XX век был дан нам для того, чтобы пройти через максимум возможных соблазнов. XXI дан для того, чтобы вернуться к идее дома, нормы и человечности. Потому что христианство прежде всего человечно, чего бы ни врали в свое оправдание противники гуманизма и сторонники Великих Идей.

Мне приходилось уже писать о том, что сегодняшнее человечество в каком-то смысле вполне заслуживает третьей мировой войны, как ни ужасно это звучит. Оно к ней готово, потому что слишком легко забыло об имманентных и фундаментальных ценностях бытия. Но доводить до третьей мировой войны не обязательно. Достаточно почитать Честертона. Этим я и предлагаю обойтись.


Потому что, напоминаю, статья у нас была о Честертоне, Г.К.Честертоне, 1874-1936, 65 лет со дня смерти которого исполнилось в этом году.


2001 год

Дмитрий Быков

Держаться, Корней!

Сто двадцатилетия Корнея Чуковского почти никто не заметил. Сбывается его собственный мрачный прогноз в одной из дневниковых записей: через десять лет после моей смерти, писал он, мимо этой дачи будут проходить новые жители Переделкина и заспорят: тут жил какой-то Чуковский… Да что вы говорите, я точно знаю, что Маршак!

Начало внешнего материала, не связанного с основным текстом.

def _annotate_panel(
    scene: Scene, panel: Panel, placer: LabelPlacer, ax: Any, u: float, font: dict[str, Any], single: bool
) -> None:
    from matplotlib.patches import Circle, Polygon

    ix, iy, iw, ih = panel.image
    bounds = (ix + 2, iy + 2, iw - 4, ih - 4)
    labels = scene.options.labels
    _scale_bar(panel, ax, placer, u, font)
    # ground hatch under the ground line where the ground is seen edge-on
    rect = scene.ground_rectangle()
    if rect is not None and panel.name in ("side", "front"):
        gp = _to_sheet(panel, rect)
        gy = float(gp[:, 1].mean())
        gx0, gx1 = float(gp[:, 0].min()), float(gp[:, 0].max())
        band = 10 * u
        ax.add_artist(Polygon([(gx0, gy), (gx1, gy), (gx1, gy + band), (gx0, gy + band)], closed=True,
                             fc="none", ec="#8c826c", hatch="////", lw=0, zorder=2))
        ax.plot([gx0, gx1], [gy, gy], color=INK, lw=1.6 * u + 0.4, zorder=3)
        placer.reserve((gx0, gy - 2, gx1 - gx0, band + 2))
        if labels:
            g = scene.ground if scene.ground is not None else 0.0
            up_name = scene.axis_labels[2].split(" ")[0]
            where = f"{up_name[1:]} = {g:.3f} m" if len(up_name) == 2 else f"{g:.3f} m along up"
            placer.place((gx1, gy + band), f"ground, {where}", bounds, distances=(4.0, 20.0),
                         prefer="sw", fontsize=_pt(11 * u), **font)
    # CG: a ring around the rendered marker and the coordinates
    cg_px = _to_sheet(panel, scene.cg)[0]
    r = 9.0 + 4.0
    ax.add_artist(Circle(tuple(cg_px), r, fill=False, ec=INK, lw=1.6, zorder=4))
    ax.plot([cg_px[0] - r - 6, cg_px[0] - r + 2], [cg_px[1]] * 2, color=INK, lw=1.4, zorder=4)
    ax.plot([cg_px[0] + r - 2, cg_px[0] + r + 6], [cg_px[1]] * 2, color=INK, lw=1.4, zorder=4)
    ax.plot([cg_px[0]] * 2, [cg_px[1] - r - 6, cg_px[1] - r + 2], color=INK, lw=1.4, zorder=4)
    ax.plot([cg_px[0]] * 2, [cg_px[1] + r - 2, cg_px[1] + r + 6], color=INK, lw=1.4, zorder=4)
    placer.reserve((cg_px[0] - r - 7, cg_px[1] - r - 7, 2 * r + 14, 2 * r + 14))
    cg = scene.report["cg_m"]
    text = f"CG  ({cg[0]:.3f}, {cg[1]:.3f}, {cg[2]:.3f}) m"
    if "cg_height_m" in scene.report:
        text += f"\n{scene.report['cg_height_m'] * 1e3:.1f} mm above ground"
    placer.place(cg_px, text, bounds, distances=(34.0, 60.0, 95.0, 140.0), leader=CG_COLOUR, prefer="ne",
                 box={"fc": "#fffdf8", "ec": CG_COLOUR, "lw": 1.4, "alpha": 0.95},
                 fontsize=_pt(14 * u), weight="bold", **font)
    # axis triad labels
    origin, length = triad_origin(scene)
    o_px = _to_sheet(panel, origin)[0]
    for vec, name, colour in zip(scene.basis, scene.axis_labels, TRIAD_COLOURS, strict=True):
        tip = _to_sheet(panel, origin + length * vec)[0]
        if np.linalg.norm(tip - o_px) < 12:
            facing = float(vec @ panel.camera.toward)
            name = f"{name} ({'out of' if facing > 0 else 'into'} sheet)"
            tip = o_px
        placer.place(tip, name, bounds, distances=(6.0, 18.0, 34.0), prefer="ne" if name.endswith("up") else "se",
                     fontsize=_pt(11.5 * u), **{**font, "color": colour})
    if not labels:
        return
    # ballast: one label a slot (slot, part or number of pieces, total mass), so stacked plates read once
    by_slot: dict[str, list[int]] = {}
    for i in scene.ballast:
        by_slot.setdefault(scene.model.components[i].slot or "", []).append(i)
    for slot, members in by_slot.items():
        v = scene.vertices[np.unique(scene.faces[np.isin(scene.owner, members)])]
        c = _to_sheet(panel, 0.5 * (v.min(axis=0) + v.max(axis=0)))[0]
        placer.place(c, ballast_label(scene.model, slot, members), bounds, leader=BALLAST_COLOUR,
                     prefer="se", distances=(22.0, 44.0, 80.0, 130.0), fontsize=_pt(11.5 * u),
                     **{**font, "color": BALLAST_COLOUR})
    # axles
    if scene.contact_points is not None and panel.name in ("side", "top"):
        cp = scene.contact_points
        st = scene.axle_stations or (0.0, 0.0)
        for name, a, b, station in (("front axle", cp[0], cp[1], st[0]), ("rear axle", cp[2], cp[3], st[1])):
            p = _to_sheet(panel, a if panel.name == "top" else 0.5 * (a + b))[0]
            placer.place(p, f"{name} {station:+.3f} m", bounds, prefer="s", distances=(16.0, 30.0, 50.0),
                         fontsize=_pt(11 * u), **font)
    # group CG and slot names where the view is not crowded (side and top views, or a single view)
    if panel.name not in ("side", "top") and not single:
        return
    for marker in (m for m in scene.group_markers if m.in_material):
        p = _to_sheet(panel, marker.center)[0]
        placer.place(p, marker.name, bounds, leader="#6d7378", prefer="nw", distances=(10.0, 24.0, 42.0, 64.0),
                     fontsize=_pt(11 * u), **{**font, "color": INK})
    # slots
    for name, edges in scene.slot_edges:
        if name in by_slot:  # the ballast label names its slot
            continue
        pts = edges.reshape(-1, 3)
        p = _to_sheet(panel, pts)
        corner = (p[:, 0].max(), p[:, 1].min())
        placer.place(corner, f"slot {name}", bounds, leader=SLOT_COLOUR, prefer="ne", distances=(8.0, 26.0, 48.0),
                     fontsize=_pt(10.5 * u), **{**font, "color": SLOT_COLOUR})
    # principal axes
    if scene.options.principal_axes and scene.mass > 0:
        half = principal_axis_factor(scene)
        for k, (a, rad) in enumerate(zip(scene.axes, scene.radii, strict=True), start=1):
            p = _to_sheet(panel, scene.cg + half * rad * a)[0]
            if np.linalg.norm(p - cg_px) > 24:
                placer.place(p, f"{k}", bounds, distances=(6.0, 14.0), prefer="ne", fontsize=_pt(11 * u),
                             weight="bold", **font)
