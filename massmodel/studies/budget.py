"""The mass budget: every part and every group subtotal with mass, CG, inertia, mass source and maturity, laid out
so that a spreadsheet sums the part rows back to the model's totals.

Each row carries, besides its CG and its tensor about its own CG, the first moments ``m r`` and the tensor about
the model origin ``I_O = I_G + m S(r)`` (``S(d) = |d|² E − d dᵀ``, parallel-axis theorem; Goldstein, Poole & Safko,
*Classical Mechanics*, 3rd ed. (2002), §5.3). These add over parts: ``M = Σ m``, ``C = Σ m r / M`` and
``I_C = Σ I_O − M S(C)``.

Where the model declares uncertainties (an ``[uncertainty]`` section), every row also carries the standard
uncertainty of its mass (k = 1): the parts' independent errors add in quadrature and every part cut from one banded
material shares that material's density error, so those add linearly within a row before the quadrature
(Zimmerman & Nakai, SAWE Paper 3360, 2005, for the quadrature; GUM, JCGM 100:2008, §5.2 for the correlated terms,
from memory; :mod:`massmodel.uncertainty`). These do not add over rows: a spreadsheet sums masses, not their
uncertainties.
"""

from __future__ import annotations

from dataclasses import dataclass

import numpy as np
import numpy.typing as npt

from massmodel.core.errors import UsageError
from massmodel.core.massprops import MassProperties, combine_arrays, parallel_axis_shift
from massmodel.core.model import Model
from massmodel.uncertainty.inputs import UncertaintyInputs, declares_uncertainty, uncertainty_inputs

__all__ = ["BudgetRow", "Budget", "mass_budget", "TENSOR_ENTRIES"]

FloatArray = npt.NDArray[np.float64]
#: The six tensor entries in the order of the columns: (name, row, column).
TENSOR_ENTRIES = (("xx", 0, 0), ("yy", 1, 1), ("zz", 2, 2), ("xy", 0, 1), ("xz", 0, 2), ("yz", 1, 2))


@dataclass(frozen=True, slots=True)
class BudgetRow:
    """One line of the budget: a part, a group subtotal or the total.

    Attributes
    ----------
    kind : str
        ``part``, ``group`` or ``total``.
    path : str
        Part or group path (``""`` for the total).
    depth : int
        Number of path segments (0 for the total).
    parts : int
        Parts summed in the row (1 for a part).
    props : MassProperties
        Mass, CG and tensor about the row's own CG, model frame.
    source, maturity, material : str
        Of a part; a group's maturity is its lowest (``estimated`` < ``calculated`` < ``measured``) and its
        source ``mixed`` when the parts differ.
    """

    kind: str
    path: str
    depth: int
    parts: int
    props: MassProperties
    source: str
    maturity: str
    material: str
    u_mass: float | None = None

    @property
    def moment(self) -> FloatArray:
        """First moment about the model origin, m·r, kg·m."""
        return self.props.mass * self.props.center

    @property
    def inertia_origin(self) -> FloatArray:
        """Tensor about the model origin, model axes, kg·m²."""
        return self.props.inertia + parallel_axis_shift(self.props.mass, self.props.center)


@dataclass(frozen=True, slots=True)
class Budget:
    """Rows in tree order (each group before its members), the total last."""

    model: str
    case: str
    source: str
    rows: tuple[BudgetRow, ...]

    @property
    def total(self) -> BudgetRow:
        return self.rows[-1]


_MATURITY_ORDER = ("estimated", "calculated", "measured")


def _summary(values: list[str], order: tuple[str, ...] | None = None) -> str:
    distinct = sorted(set(values))
    if order is not None:
        return min(distinct, key=order.index)
    return distinct[0] if len(distinct) == 1 else "mixed"


def _u_mass(unc: UncertaintyInputs | None, idx: npt.NDArray[np.intp]) -> float | None:
    """Standard uncertainty (kg) of the mass of the parts ``idx``: independent errors in quadrature, each shared
    density error summed over its parts first (see the module notes); None without declared uncertainties."""
    if unc is None:
        return None
    independent = float(np.sum(unc.u_mass[idx] ** 2))
    groups = unc.density_group[idx]
    shared = 0.0
    for k in np.unique(groups[groups >= 0]):
        mass_k = float(np.sum(unc.mass[idx][groups == k]))
        shared += (mass_k * float(unc.u_density[k])) ** 2
    return float(np.sqrt(independent + shared))


def mass_budget(model: Model) -> Budget:
    """The budget of a model (parts, group subtotals, total; see the module notes).

    Raises
    ------
    ValueError
        A model with no parts.
    """
    if not model.components:
        raise UsageError(f"{model.source or model.name}: the model has no parts")
    masses, centers, inertias = model._all_arrays()
    members: dict[str, list[int]] = {}
    for i, c in enumerate(model.components):
        segs = c.path.split("/")
        for k in range(1, len(segs)):
            members.setdefault("/".join(segs[:k]), []).append(i)
    order: list[tuple[str, str]] = [(c.path, "part") for c in model.components] + [(g, "group") for g in members]
    # tree order: a group sorts just before its members (its path is a prefix of theirs); parts keep file order
    # inside their group through the stable sort on the group path
    position = {c.path: i for i, c in enumerate(model.components)}
    order.sort(key=lambda item: (item[0].split("/")[:-1] if item[1] == "part" else item[0].split("/"),
                                 item[1] == "part", position.get(item[0], -1)))
    rows = []
    comps = model.components
    unc = uncertainty_inputs(model) if declares_uncertainty(model) else None
    for path, kind in order:
        if kind == "part":
            i = position[path]
            c = comps[i]
            rows.append(BudgetRow("part", path, path.count("/") + 1, 1, c.props, c.source.value, c.maturity.value,
                                  c.material or "", _u_mass(unc, np.array([i]))))
        else:
            idx = np.array(members[path])
            props = MassProperties(*combine_arrays(masses[idx], centers[idx], inertias[idx]))
            rows.append(BudgetRow(
                "group", path, path.count("/") + 1, len(idx), props,
                _summary([comps[i].source.value for i in idx]),
                _summary([comps[i].maturity.value for i in idx], _MATURITY_ORDER),
                _summary([comps[i].material or "" for i in idx]),
                _u_mass(unc, idx),
            ))
    total = model.mass_properties()
    rows.append(BudgetRow("total", "", 0, len(comps), total, _summary([c.source.value for c in comps]),
                          _summary([c.maturity.value for c in comps], _MATURITY_ORDER),
                          _summary([c.material or "" for c in comps]), _u_mass(unc, np.arange(len(comps)))))
    return Budget(model.name, model.case, model.source, tuple(rows))
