__all__ = ["ParameterRange", "Study", "SweepResult", "Sensitivity", "parse_range", "parse_step", "grid_points",
           "evaluate_chunk", "run_points", "sweep", "sensitivity", "MAX_POINTS", "Progress"]

FloatArray = npt.NDArray[np.float64]
Progress = Callable[[int, int], None]
#: Largest number of points a sweep accepts (a grid grows fast; a study this big belongs on a cluster in pieces).
MAX_POINTS = 1_000_000
CHUNK = 250


def _frozen(a: npt.ArrayLike) -> FloatArray:
    out = np.array(a, dtype=float)
    out.setflags(write=False)
    return out


def literal(value: float, dim: units.Dimension) -> str:
    """An expression text of the model language for an SI value (``"0.0125 m"``); exact round trip of the float."""
    return repr(float(value)) if dim == units.DIMENSIONLESS else f"{float(value)!r} {dim}"


@dataclass(frozen=True, slots=True)
class ParameterRange:
    """The values one parameter takes in a sweep.

    Attributes
    ----------
    name : str
        Parameter of the model file.
    values : (n,) float
        SI values, in sweep order.
    unit : str
        SI unit of the values ('' for a plain number).
    texts : tuple of str
        The override texts given to the model at each value.
    """

    name: str
    values: FloatArray
    unit: str
    texts: tuple[str, ...]


def _quantity(text: str, env: Mapping[str, units.Quantity], where: str) -> units.Quantity:
    try:
        return expr.evaluate(text.strip(), env)
    except (expr.ExpressionError, units.UnitError) as exc:
        raise UsageError(f"{where}: {str(exc).splitlines()[0]}") from None


def _check_name(name: str, model: Model) -> units.Quantity:
    if name not in model.parameters:
        import difflib

        close = difflib.get_close_matches(name, list(model.parameters), n=3)
        hint = f"; did you mean {', '.join(close)}?" if close else f"; parameters: {', '.join(model.parameters)}"
        raise UsageError(f"{model.source or model.name}: unknown parameter '{name}'{hint}")
    return model.parameters[name]


def _same_dim(q: units.Quantity, current: units.Quantity, text: str, name: str) -> float:
    if q.dim == current.dim or (q.dim == units.DIMENSIONLESS and q.value == 0.0):
        return float(q.value)
    raise UsageError(f"--vary {name}: {text.strip()!r} is in {q.dim}, the parameter is in {current.dim}")


def parse_range(text: str, model: Model) -> ParameterRange:
    """A swept parameter from ``name=FROM:TO:STEPS`` or ``name=V1,V2,...`` (values with units; they may use the
    model's parameters, e.g. ``wheelbase=wheelbase-20mm:wheelbase+20mm:5``).

    Raises
    ------
    ValueError
        One line: unknown parameter, steps not a whole number above 0, a value of the wrong dimension.
    """
    if "=" not in text:
        raise UsageError(f"--vary {text!r}: expected name=FROM:TO:STEPS or name=V1,V2,... (e.g. fuel_mass=30kg:0kg:31)")
    name, spec = (s.strip() for s in text.split("=", 1))
    current = _check_name(name, model)
    env = model.parameters
    if ":" in spec:
        pieces = spec.split(":")
        if len(pieces) != 3:
            raise UsageError(f"--vary {name}: expected FROM:TO:STEPS, got {spec!r}")
        try:
            steps = int(pieces[2])
        except ValueError:
            raise UsageError(f"--vary {name}: STEPS must be a whole number, got {pieces[2]!r}") from None
        if steps <= 0:
            raise UsageError(f"--vary {name}: STEPS must be at least 1, got {steps}")
        lo = _same_dim(_quantity(pieces[0], env, f"--vary {name}"), current, pieces[0], name)
        hi = _same_dim(_quantity(pieces[1], env, f"--vary {name}"), current, pieces[1], name)
        values = np.linspace(lo, hi, steps) if steps > 1 else np.array([lo])
    else:
        items = [s for s in spec.split(",") if s.strip()]
        if not items:
            raise UsageError(f"--vary {name}: no values given")
        values = np.array([_same_dim(_quantity(s, env, f"--vary {name}"), current, s, name) for s in items])
    unit = "" if current.dim == units.DIMENSIONLESS else str(current.dim)
    return ParameterRange(name, _frozen(values), unit, tuple(literal(v, current.dim) for v in values))
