"""Studies: parameter sweeps and one-at-a-time sensitivities, the CG track as fuel burns, what changed between two
versions of a model, the mass budget for spreadsheets, and large studies handed to Dask.

Everything here re-evaluates a model file read once (:func:`massmodel.modelfile.loader.read_source`); a study never
re-reads the file per point. :mod:`massmodel.studies.evaluate` rebuilds only the parts that a varied parameter can
reach and is checked against full rebuilds.

May import: :mod:`massmodel.core`, :mod:`massmodel.vehicle`, :mod:`massmodel.modelfile` (and dask, lazily).
"""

Впрочем, чего тут сетовать: стодвадцатилетнего юбилея Блока тоже не замечали, да и вообще – чем меньше Отечество празднует подобных дат, тем больше у нас шансов, что оно покуда не окончательно затоталитарилось. Иное дело, что за Чуковского как-то обиднее, чем за Блока. Блок свое взял – в том числе и при жизни. Его не раз называли мучеником русской литературы – но это было мученичество светлое, сродни пастернаковской голгофе в конце пятидесятых: твердое сознание избранничества, сочувствие и любовь читателей… Да и творчество всегда было для Блока радостью, он ни дня не «работал» в собственном смысле слова: в записных книжках есть характерная помета рядом с неудавшимся черновиком – «Не пишется, так и брось». Чуковский был каторжник, олицетворявший собой совершенно иной тип служения слову: не сказать, чтобы он не обладал врожденным вкусом и слухом, не сказать также, чтобы не любил литературу (только ее и любил на свете) – но каким нечеловеческим трудом давался ему каждый текст, производивший на современников впечатление легкости, поверхностности и танцующего, порхающего блеска! Дневник Чуковского, ставший со временем главным и наиболее цитируемым его произведением, переполнен признаниями: «разучился писать», «даже письма пишу с черновиками», «бездарен», «не могу написать ни строки», «с трудом и отвращением дописываю»… Скрип, натуга, тоска, лямка, ярмо.

И все это при том, что литература действительно была его хлебом и воздухом, его единственно нормальной средой, его человеческим и политическим убежищем, его матерью и его ребенком,- даже в русском двадцатом веке, в котором служение слову уж подлинно заменило религию, я не назову другого человека, который бы так обожал словесность. Он мог заиграть, вспыхнуть от любого случайно брошенного слова, узнанной цитаты, удачной шутки; он мигом оценивал человека по тому, узнает или не узнает тот брошенную ему фразу-пароль, ловит или не ловит мячик… Он расцветал при малейшем упоминании любимого автора – и, напротив, чувствовал глубочайшее уныние в обществе людей, читавших исключительно газеты и говоривших исключительно о модах или водах… Все курортные поездки были ему поэтому отравлены, все путешествия, кроме заграничных,- невыносимы; он легче переносил одиночество, нежели соседство неучей и бездарей, а в этом соседстве прошла большая часть его жизни, так жестоко переломившейся. В его записях двадцатых годов рассыпаны растерянные и трогательные проговорки: не узнаю людей, все люди куда-то подевались, давно нет ни настоящих лиц, ни настоящих разговоров… В каком-то смысле ему повезло меньше, чем Блоку: Блок умер, а он все жил – и волей-неволей подпадал под общие гипнозы, деградировал вместе с эпохой, думал о мелочах, писал о ничтожествах, распрямляться начал только в пятидесятые… Лучший русский критик начала века, вытесненный в убогую нишу сказочника, заваленный кучей чужих переводов, которые безотказно редактировал, вечно склоненный над грудой корректур, читающий какие-то никому не нужные лекции, вынужденный отстаивать перед бездарной, тупой Крупской самоочевидные вещи – вроде права волшебных сказок на существование… Господи, какой ужас, как подумаешь!